'''

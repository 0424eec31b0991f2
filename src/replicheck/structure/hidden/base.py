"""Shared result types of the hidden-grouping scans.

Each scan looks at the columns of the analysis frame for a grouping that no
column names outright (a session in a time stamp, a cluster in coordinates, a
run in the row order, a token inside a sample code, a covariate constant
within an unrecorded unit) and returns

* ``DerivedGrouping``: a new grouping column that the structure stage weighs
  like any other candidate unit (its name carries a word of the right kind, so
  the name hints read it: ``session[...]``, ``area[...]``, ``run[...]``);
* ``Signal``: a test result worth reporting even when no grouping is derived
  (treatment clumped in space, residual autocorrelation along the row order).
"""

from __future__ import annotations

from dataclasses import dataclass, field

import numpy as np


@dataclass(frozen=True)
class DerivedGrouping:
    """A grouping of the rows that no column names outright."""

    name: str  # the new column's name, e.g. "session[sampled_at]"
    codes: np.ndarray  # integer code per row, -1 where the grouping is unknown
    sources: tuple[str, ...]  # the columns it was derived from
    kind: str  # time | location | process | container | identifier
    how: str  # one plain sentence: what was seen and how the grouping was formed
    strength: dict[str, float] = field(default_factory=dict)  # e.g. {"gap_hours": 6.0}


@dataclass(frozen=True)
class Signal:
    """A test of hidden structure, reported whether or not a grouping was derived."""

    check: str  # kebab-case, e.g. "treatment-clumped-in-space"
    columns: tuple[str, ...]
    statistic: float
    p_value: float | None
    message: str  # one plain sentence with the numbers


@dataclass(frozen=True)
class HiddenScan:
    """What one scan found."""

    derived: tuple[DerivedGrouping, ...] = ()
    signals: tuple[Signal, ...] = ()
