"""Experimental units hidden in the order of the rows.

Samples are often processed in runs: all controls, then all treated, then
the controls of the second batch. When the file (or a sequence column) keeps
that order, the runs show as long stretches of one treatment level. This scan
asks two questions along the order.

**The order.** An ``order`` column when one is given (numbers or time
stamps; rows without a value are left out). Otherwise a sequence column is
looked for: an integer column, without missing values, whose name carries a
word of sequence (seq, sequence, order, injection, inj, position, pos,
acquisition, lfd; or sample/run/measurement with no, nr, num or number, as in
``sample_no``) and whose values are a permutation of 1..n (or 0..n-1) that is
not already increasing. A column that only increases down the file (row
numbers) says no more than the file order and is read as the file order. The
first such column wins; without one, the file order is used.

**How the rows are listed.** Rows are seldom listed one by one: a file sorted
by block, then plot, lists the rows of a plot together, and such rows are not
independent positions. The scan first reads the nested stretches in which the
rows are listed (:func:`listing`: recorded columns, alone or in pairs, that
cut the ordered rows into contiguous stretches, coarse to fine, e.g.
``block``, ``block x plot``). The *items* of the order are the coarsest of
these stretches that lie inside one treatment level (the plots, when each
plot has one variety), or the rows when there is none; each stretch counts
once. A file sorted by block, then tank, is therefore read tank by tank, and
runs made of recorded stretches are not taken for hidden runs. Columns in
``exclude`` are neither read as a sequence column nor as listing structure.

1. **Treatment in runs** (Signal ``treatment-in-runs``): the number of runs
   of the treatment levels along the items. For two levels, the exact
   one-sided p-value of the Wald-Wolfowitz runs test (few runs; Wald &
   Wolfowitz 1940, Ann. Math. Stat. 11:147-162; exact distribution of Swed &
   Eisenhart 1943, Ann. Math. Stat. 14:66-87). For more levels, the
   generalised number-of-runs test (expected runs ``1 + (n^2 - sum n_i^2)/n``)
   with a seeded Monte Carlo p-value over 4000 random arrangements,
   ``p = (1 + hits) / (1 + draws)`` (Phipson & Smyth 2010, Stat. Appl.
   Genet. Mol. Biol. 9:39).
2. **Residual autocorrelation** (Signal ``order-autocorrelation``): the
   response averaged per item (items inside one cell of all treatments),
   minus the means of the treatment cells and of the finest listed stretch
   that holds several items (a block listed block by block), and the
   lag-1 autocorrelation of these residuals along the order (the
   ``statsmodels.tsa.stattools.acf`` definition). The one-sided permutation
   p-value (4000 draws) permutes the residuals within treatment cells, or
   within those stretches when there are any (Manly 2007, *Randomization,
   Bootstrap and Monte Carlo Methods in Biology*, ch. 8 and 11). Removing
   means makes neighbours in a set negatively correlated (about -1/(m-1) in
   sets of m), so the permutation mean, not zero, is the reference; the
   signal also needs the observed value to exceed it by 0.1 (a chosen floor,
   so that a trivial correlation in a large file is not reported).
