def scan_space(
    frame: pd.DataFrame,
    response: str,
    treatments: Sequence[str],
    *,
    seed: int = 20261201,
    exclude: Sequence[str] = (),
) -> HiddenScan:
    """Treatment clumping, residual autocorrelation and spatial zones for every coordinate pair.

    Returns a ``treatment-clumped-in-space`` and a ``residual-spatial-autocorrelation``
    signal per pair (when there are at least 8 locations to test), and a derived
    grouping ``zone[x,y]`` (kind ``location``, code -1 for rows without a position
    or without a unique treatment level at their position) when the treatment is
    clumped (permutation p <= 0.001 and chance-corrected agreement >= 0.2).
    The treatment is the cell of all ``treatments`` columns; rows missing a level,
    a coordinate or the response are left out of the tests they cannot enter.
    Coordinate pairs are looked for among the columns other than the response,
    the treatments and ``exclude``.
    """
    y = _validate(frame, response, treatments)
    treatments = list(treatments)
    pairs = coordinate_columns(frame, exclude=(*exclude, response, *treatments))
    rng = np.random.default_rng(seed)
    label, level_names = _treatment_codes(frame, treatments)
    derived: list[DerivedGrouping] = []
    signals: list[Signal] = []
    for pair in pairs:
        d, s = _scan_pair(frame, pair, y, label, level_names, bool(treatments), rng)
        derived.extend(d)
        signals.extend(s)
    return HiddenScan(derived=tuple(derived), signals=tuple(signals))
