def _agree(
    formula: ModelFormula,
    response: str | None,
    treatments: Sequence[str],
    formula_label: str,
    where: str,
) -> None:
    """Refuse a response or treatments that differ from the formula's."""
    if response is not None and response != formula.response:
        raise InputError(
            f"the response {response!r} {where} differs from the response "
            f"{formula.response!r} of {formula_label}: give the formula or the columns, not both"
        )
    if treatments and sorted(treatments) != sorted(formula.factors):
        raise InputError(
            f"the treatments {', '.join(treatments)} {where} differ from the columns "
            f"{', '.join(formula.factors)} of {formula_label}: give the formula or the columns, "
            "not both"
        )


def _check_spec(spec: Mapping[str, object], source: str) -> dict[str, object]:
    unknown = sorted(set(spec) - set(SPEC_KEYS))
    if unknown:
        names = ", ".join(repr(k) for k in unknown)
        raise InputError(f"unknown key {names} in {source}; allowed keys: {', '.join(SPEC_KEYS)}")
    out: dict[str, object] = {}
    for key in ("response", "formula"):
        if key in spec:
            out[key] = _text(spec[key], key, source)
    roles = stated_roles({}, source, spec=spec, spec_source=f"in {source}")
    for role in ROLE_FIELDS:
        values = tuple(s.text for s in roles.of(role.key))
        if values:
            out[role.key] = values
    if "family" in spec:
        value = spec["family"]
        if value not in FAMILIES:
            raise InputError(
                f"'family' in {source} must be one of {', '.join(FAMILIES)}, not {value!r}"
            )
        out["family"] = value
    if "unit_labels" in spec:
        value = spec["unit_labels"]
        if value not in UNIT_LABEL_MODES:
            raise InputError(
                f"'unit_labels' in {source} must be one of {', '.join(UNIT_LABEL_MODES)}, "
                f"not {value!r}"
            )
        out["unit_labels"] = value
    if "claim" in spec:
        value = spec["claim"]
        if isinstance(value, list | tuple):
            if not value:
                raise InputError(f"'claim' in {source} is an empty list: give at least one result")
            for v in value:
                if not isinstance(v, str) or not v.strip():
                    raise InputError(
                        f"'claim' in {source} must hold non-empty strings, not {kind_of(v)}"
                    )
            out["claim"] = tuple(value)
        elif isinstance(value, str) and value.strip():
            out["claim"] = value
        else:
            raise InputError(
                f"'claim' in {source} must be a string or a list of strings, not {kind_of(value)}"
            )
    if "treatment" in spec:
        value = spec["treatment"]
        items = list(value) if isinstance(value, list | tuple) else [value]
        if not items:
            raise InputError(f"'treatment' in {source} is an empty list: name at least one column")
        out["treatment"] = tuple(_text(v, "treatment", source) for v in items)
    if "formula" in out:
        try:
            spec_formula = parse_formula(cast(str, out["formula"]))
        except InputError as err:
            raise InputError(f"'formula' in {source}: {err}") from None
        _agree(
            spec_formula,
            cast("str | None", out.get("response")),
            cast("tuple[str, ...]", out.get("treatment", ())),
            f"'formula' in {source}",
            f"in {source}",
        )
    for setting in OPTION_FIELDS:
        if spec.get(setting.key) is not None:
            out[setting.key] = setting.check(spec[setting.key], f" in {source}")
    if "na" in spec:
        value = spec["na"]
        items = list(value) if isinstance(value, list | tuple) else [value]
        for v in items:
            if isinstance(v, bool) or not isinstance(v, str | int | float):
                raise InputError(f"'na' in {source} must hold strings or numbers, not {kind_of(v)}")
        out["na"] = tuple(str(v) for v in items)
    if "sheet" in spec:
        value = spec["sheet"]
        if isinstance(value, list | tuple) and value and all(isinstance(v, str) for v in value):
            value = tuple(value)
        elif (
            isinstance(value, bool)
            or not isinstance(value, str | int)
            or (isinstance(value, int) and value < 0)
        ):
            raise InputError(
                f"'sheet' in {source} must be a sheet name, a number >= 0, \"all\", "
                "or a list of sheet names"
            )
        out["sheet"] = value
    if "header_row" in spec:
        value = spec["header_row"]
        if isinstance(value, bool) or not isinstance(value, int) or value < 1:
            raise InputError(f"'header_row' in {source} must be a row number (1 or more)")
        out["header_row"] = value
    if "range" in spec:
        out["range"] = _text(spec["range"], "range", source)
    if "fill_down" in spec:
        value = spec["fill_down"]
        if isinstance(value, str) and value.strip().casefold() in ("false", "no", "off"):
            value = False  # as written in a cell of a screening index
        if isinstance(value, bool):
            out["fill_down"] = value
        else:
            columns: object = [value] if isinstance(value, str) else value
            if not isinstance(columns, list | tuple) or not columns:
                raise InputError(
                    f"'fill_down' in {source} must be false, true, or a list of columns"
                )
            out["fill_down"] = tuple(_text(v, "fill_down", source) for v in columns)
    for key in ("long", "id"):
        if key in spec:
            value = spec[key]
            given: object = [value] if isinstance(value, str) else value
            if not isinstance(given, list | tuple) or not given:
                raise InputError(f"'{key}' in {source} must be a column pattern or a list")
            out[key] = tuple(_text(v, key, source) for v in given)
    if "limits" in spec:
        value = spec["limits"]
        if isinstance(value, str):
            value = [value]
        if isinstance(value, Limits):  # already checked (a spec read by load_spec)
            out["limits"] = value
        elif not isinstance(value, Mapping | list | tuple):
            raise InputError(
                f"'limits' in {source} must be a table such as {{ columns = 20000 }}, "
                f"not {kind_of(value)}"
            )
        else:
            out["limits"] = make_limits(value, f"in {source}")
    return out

'''

Extract the lines above, from the first one through the one containing "column names outright (a", and return only those, unchanged.

> _SOLUTION_
repository 0424eec31b0991f2
filename src/replicheck/structure/hidden/base.py
"""Shared result types of the hidden-grouping scans.

Each scan looks at the columns of the analysis frame for a grouping that no
column names outright (a session in a time stamp, a cluster in coordinates, a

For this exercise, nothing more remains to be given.